= Directions =
The answer must consist only of the lines from the line with "continue // too" to the line with "var rs []float64", both included, exactly as they stand below.

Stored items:
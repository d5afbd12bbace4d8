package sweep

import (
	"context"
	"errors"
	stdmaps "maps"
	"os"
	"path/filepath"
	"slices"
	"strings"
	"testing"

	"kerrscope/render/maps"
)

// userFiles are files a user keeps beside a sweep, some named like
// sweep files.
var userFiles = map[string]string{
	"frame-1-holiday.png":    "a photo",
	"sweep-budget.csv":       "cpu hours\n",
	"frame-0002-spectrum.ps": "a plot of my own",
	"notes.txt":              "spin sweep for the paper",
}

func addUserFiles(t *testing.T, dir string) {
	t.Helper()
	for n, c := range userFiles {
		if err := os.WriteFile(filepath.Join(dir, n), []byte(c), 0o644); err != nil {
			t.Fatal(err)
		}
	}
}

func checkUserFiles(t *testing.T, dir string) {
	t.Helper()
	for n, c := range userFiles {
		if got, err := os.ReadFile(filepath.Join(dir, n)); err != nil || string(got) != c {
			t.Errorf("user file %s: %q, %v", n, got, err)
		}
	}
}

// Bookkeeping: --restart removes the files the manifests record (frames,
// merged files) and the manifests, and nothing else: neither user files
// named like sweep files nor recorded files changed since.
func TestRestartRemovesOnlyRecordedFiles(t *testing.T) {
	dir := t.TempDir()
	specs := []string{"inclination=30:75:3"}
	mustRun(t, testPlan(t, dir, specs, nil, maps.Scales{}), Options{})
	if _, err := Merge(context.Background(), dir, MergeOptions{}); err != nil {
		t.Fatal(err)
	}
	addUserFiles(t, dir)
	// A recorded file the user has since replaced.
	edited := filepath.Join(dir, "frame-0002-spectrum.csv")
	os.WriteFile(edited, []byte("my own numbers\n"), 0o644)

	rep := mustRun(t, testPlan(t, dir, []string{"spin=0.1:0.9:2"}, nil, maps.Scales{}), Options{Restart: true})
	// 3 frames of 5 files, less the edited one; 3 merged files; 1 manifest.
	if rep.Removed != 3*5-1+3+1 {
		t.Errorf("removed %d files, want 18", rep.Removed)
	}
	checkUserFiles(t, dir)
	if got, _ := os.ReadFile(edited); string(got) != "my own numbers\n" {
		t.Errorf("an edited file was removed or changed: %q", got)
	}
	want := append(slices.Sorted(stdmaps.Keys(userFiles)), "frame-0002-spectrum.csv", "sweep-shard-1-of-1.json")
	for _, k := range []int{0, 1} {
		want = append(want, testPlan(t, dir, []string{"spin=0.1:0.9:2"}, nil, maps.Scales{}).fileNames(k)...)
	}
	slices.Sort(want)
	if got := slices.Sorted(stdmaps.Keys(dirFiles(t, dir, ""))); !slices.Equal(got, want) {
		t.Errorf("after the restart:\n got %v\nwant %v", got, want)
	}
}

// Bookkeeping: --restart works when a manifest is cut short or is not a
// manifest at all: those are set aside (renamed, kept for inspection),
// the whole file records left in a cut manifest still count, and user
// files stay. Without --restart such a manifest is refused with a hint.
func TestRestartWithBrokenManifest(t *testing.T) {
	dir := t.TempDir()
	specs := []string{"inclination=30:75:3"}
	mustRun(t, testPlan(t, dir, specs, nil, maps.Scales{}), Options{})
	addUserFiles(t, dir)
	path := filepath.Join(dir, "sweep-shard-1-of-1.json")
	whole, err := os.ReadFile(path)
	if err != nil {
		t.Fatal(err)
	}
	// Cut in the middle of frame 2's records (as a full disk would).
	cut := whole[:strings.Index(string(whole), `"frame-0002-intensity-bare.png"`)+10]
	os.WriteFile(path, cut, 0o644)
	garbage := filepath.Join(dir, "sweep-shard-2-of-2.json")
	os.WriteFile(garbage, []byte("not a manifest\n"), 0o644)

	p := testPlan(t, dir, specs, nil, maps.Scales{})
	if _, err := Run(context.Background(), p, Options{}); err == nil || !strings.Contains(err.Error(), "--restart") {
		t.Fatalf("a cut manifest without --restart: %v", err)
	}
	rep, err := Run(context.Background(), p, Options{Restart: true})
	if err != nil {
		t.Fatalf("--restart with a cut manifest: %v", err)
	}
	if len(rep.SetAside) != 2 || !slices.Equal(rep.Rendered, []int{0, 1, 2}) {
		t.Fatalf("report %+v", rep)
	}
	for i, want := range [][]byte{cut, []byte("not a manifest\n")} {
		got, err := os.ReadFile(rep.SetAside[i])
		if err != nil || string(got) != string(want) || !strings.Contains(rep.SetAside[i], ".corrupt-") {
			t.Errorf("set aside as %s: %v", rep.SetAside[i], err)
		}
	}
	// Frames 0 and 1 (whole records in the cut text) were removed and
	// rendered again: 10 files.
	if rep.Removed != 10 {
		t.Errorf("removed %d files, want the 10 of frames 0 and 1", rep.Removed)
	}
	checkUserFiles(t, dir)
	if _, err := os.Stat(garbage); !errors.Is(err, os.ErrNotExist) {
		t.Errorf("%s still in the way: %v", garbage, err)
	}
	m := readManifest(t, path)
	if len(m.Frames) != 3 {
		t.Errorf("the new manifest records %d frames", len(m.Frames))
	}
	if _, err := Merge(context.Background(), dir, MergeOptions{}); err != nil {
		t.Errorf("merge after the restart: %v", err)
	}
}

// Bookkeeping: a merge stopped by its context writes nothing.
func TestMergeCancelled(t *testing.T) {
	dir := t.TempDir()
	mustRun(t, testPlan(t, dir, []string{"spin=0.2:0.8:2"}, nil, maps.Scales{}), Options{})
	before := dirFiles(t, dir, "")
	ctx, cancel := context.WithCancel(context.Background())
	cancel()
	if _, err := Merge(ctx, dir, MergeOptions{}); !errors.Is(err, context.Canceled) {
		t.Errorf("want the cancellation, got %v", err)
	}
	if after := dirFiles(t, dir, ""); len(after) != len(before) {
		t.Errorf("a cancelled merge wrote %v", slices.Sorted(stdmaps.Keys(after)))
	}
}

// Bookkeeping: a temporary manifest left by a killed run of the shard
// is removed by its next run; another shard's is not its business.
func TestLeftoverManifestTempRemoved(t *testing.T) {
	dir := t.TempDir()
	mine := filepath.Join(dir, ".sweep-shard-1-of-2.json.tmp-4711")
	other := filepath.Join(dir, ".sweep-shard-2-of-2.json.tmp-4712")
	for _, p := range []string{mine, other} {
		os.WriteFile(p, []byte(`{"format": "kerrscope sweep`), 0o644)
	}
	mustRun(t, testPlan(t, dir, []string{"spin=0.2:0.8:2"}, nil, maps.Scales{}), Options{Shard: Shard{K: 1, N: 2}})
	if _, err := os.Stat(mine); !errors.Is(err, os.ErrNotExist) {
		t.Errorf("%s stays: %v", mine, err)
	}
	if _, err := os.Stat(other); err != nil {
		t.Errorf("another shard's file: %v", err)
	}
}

---

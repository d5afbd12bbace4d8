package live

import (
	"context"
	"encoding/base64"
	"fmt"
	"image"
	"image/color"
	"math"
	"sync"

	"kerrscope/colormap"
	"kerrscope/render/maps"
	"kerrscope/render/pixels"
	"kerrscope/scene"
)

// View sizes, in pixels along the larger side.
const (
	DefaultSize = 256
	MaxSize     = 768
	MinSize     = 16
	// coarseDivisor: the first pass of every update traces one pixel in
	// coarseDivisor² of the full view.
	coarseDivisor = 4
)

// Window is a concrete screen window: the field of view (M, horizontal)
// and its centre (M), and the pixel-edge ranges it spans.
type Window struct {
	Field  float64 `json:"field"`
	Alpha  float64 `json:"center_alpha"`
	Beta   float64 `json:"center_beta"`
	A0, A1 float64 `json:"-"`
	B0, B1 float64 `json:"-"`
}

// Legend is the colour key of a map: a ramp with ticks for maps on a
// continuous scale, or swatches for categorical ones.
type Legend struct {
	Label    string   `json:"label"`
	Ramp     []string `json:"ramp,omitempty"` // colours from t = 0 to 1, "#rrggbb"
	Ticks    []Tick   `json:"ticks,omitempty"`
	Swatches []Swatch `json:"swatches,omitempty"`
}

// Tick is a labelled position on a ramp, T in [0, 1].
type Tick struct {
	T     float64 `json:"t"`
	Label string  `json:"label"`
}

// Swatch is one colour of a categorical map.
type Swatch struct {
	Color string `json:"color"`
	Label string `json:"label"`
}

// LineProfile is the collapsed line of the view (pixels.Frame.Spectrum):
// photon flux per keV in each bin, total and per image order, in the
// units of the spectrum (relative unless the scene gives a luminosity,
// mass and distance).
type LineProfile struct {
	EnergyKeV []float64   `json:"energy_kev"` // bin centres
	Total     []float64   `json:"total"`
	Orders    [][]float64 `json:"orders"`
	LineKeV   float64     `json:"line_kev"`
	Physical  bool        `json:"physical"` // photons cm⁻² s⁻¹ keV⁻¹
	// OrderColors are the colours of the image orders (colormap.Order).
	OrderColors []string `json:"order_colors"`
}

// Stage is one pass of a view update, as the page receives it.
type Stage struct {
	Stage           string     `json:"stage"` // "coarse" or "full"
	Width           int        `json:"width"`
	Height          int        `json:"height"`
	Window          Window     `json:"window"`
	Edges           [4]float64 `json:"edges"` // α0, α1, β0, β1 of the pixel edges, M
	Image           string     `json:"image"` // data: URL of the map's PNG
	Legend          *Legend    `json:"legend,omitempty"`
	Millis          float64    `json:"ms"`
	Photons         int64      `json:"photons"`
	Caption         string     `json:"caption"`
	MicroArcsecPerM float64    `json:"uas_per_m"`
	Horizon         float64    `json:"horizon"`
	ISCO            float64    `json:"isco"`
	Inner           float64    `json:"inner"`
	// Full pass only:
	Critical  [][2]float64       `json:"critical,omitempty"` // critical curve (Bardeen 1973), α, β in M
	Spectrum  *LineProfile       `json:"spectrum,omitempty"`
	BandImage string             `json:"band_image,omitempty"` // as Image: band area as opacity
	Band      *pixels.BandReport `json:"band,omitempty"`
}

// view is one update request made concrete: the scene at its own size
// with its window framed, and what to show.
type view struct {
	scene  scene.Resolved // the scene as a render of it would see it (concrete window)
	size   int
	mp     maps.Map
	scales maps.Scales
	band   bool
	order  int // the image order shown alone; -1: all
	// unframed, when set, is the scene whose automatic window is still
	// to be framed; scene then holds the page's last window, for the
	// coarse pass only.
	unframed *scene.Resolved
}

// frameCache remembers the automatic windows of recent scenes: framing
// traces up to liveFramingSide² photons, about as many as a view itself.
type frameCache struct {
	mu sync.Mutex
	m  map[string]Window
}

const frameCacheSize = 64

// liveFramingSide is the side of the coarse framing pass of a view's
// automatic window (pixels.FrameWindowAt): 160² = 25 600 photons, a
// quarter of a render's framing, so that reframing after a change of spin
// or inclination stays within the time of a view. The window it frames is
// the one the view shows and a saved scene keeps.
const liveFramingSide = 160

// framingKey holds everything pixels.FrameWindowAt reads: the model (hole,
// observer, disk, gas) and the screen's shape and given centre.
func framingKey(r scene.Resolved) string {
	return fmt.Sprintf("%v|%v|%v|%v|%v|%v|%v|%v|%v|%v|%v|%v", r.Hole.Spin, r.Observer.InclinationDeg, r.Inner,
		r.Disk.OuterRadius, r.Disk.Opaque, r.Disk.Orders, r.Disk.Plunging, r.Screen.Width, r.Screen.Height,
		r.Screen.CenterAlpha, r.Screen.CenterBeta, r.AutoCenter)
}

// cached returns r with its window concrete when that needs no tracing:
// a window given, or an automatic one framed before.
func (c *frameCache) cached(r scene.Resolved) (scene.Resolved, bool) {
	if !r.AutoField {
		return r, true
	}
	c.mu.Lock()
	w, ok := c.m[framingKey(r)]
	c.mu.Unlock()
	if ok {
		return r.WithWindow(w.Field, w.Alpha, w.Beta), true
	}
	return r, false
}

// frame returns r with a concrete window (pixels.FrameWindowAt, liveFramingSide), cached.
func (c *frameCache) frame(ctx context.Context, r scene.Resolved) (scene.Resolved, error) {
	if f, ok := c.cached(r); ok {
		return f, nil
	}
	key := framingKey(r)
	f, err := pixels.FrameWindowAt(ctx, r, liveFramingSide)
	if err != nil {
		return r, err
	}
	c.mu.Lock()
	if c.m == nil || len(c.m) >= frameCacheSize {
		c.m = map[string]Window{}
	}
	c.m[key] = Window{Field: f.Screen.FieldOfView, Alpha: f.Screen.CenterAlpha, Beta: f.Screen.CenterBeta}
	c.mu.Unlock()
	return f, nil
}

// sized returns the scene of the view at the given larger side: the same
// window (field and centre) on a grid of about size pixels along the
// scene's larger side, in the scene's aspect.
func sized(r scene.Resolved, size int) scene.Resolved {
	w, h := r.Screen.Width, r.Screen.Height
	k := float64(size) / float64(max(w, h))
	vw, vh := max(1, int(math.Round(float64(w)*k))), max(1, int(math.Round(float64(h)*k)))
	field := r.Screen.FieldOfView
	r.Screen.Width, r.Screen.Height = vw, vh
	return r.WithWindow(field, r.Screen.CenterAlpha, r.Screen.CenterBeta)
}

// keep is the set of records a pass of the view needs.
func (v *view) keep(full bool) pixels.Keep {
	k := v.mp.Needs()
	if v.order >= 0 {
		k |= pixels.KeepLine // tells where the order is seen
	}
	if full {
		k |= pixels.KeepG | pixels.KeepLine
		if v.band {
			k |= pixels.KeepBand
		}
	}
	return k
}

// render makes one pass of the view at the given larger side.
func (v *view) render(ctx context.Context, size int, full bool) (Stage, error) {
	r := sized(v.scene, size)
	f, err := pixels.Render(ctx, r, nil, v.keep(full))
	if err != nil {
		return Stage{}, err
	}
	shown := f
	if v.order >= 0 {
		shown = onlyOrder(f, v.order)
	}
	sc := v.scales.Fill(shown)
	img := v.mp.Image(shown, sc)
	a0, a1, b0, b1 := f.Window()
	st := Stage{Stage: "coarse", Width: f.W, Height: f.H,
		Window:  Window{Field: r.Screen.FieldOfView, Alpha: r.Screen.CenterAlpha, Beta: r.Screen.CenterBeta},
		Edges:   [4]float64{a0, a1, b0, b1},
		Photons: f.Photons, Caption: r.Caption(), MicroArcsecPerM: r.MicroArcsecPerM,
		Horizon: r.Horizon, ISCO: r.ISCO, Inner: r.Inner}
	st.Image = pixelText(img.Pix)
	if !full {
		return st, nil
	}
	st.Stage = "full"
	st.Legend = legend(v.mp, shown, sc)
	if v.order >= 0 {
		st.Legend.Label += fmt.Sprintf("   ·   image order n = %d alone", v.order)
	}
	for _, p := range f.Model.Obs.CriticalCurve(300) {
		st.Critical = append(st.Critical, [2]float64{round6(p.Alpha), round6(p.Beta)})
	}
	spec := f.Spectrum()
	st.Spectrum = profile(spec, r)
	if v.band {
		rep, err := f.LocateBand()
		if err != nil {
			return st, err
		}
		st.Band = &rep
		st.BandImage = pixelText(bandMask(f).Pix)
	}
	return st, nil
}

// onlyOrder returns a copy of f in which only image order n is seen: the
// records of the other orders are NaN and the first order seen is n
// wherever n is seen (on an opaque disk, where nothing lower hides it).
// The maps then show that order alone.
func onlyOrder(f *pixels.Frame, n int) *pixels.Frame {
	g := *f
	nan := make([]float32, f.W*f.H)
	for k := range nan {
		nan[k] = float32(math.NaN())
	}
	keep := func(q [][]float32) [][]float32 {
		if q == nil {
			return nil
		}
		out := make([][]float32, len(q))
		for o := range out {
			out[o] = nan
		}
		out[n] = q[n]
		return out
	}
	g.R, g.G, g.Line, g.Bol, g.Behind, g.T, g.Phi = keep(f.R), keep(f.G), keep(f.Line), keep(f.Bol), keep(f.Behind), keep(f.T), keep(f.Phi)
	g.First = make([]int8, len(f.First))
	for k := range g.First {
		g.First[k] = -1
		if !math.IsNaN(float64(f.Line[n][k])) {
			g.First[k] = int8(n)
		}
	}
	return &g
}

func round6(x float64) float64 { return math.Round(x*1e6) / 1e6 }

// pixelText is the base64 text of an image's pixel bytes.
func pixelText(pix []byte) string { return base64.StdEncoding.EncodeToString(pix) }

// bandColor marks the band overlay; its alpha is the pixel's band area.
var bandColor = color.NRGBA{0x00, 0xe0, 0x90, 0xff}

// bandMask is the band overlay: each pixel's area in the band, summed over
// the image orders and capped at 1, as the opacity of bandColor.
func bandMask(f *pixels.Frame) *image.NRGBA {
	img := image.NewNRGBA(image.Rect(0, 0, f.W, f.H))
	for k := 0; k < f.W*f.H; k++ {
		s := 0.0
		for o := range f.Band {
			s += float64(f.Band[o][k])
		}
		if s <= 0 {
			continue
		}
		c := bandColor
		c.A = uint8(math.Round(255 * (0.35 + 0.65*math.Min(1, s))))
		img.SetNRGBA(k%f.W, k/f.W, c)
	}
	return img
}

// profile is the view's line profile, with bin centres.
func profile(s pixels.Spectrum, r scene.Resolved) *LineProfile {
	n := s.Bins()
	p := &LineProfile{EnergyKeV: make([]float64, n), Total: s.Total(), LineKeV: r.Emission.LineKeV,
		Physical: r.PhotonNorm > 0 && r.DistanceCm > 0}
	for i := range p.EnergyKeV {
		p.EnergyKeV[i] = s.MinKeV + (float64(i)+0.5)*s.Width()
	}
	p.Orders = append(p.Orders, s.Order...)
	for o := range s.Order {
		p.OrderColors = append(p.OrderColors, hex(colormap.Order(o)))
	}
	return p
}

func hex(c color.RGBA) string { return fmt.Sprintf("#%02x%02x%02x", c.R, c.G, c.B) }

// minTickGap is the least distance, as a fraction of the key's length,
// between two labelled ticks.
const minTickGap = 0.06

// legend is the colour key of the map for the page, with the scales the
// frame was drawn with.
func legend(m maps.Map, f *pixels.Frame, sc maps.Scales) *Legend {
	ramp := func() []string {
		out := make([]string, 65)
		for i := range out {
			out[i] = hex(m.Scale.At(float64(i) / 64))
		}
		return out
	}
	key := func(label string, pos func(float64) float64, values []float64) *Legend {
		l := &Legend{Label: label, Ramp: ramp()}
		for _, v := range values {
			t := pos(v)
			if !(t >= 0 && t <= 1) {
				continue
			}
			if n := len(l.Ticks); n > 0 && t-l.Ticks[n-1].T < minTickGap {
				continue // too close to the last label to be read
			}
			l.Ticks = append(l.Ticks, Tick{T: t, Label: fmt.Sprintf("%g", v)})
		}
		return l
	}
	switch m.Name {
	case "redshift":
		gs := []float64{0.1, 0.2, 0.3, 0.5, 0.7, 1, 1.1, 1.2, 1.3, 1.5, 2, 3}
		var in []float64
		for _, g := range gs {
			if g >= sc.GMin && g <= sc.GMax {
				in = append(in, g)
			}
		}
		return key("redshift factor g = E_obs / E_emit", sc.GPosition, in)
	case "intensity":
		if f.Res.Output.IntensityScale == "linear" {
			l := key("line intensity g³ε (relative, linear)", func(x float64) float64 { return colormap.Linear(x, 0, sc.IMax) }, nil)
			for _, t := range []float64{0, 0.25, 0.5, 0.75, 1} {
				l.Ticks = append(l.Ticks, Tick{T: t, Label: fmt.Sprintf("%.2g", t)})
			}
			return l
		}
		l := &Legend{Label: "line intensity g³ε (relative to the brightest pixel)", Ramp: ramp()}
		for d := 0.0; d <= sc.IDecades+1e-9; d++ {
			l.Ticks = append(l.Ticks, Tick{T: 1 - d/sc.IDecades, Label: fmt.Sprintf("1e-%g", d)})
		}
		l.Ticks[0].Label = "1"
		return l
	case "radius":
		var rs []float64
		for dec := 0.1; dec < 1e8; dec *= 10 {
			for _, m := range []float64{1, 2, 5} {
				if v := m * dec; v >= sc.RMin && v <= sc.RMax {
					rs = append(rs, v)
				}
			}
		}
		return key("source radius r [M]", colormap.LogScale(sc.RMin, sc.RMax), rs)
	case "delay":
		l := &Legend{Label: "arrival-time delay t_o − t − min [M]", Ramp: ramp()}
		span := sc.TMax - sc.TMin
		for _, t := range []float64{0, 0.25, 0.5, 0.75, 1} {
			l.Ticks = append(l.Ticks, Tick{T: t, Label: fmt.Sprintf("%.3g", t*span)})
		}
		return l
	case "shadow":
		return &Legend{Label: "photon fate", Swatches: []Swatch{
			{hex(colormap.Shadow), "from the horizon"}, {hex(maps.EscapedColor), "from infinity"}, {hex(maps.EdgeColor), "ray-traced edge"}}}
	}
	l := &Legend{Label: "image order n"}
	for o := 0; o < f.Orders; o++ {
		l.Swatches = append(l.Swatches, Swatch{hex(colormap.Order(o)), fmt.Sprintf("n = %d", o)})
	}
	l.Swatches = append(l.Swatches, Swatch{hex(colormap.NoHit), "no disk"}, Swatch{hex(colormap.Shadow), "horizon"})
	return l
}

= Result for this task =
				continue // too close to the last label to be read
			}
			l.Ticks = append(l.Ticks, Tick{T: t, Label: fmt.Sprintf("%g", v)})
		}
		return l
	}
	switch m.Name {
	case "redshift":
		gs := []float64{0.1, 0.2, 0.3, 0.5, 0.7, 1, 1.1, 1.2, 1.3, 1.5, 2, 3}
		var in []float64
		for _, g := range gs {
			if g >= sc.GMin && g <= sc.GMax {
				in = append(in, g)
			}
		}
		return key("redshift factor g = E_obs / E_emit", sc.GPosition, in)
	case "intensity":
		if f.Res.Output.IntensityScale == "linear" {
			l := key("line intensity g³ε (relative, linear)", func(x float64) float64 { return colormap.Linear(x, 0, sc.IMax) }, nil)
			for _, t := range []float64{0, 0.25, 0.5, 0.75, 1} {
				l.Ticks = append(l.Ticks, Tick{T: t, Label: fmt.Sprintf("%.2g", t)})
			}
			return l
		}
		l := &Legend{Label: "line intensity g³ε (relative to the brightest pixel)", Ramp: ramp()}
		for d := 0.0; d <= sc.IDecades+1e-9; d++ {
			l.Ticks = append(l.Ticks, Tick{T: 1 - d/sc.IDecades, Label: fmt.Sprintf("1e-%g", d)})
		}
		l.Ticks[0].Label = "1"
		return l
	case "radius":
		var rs []float64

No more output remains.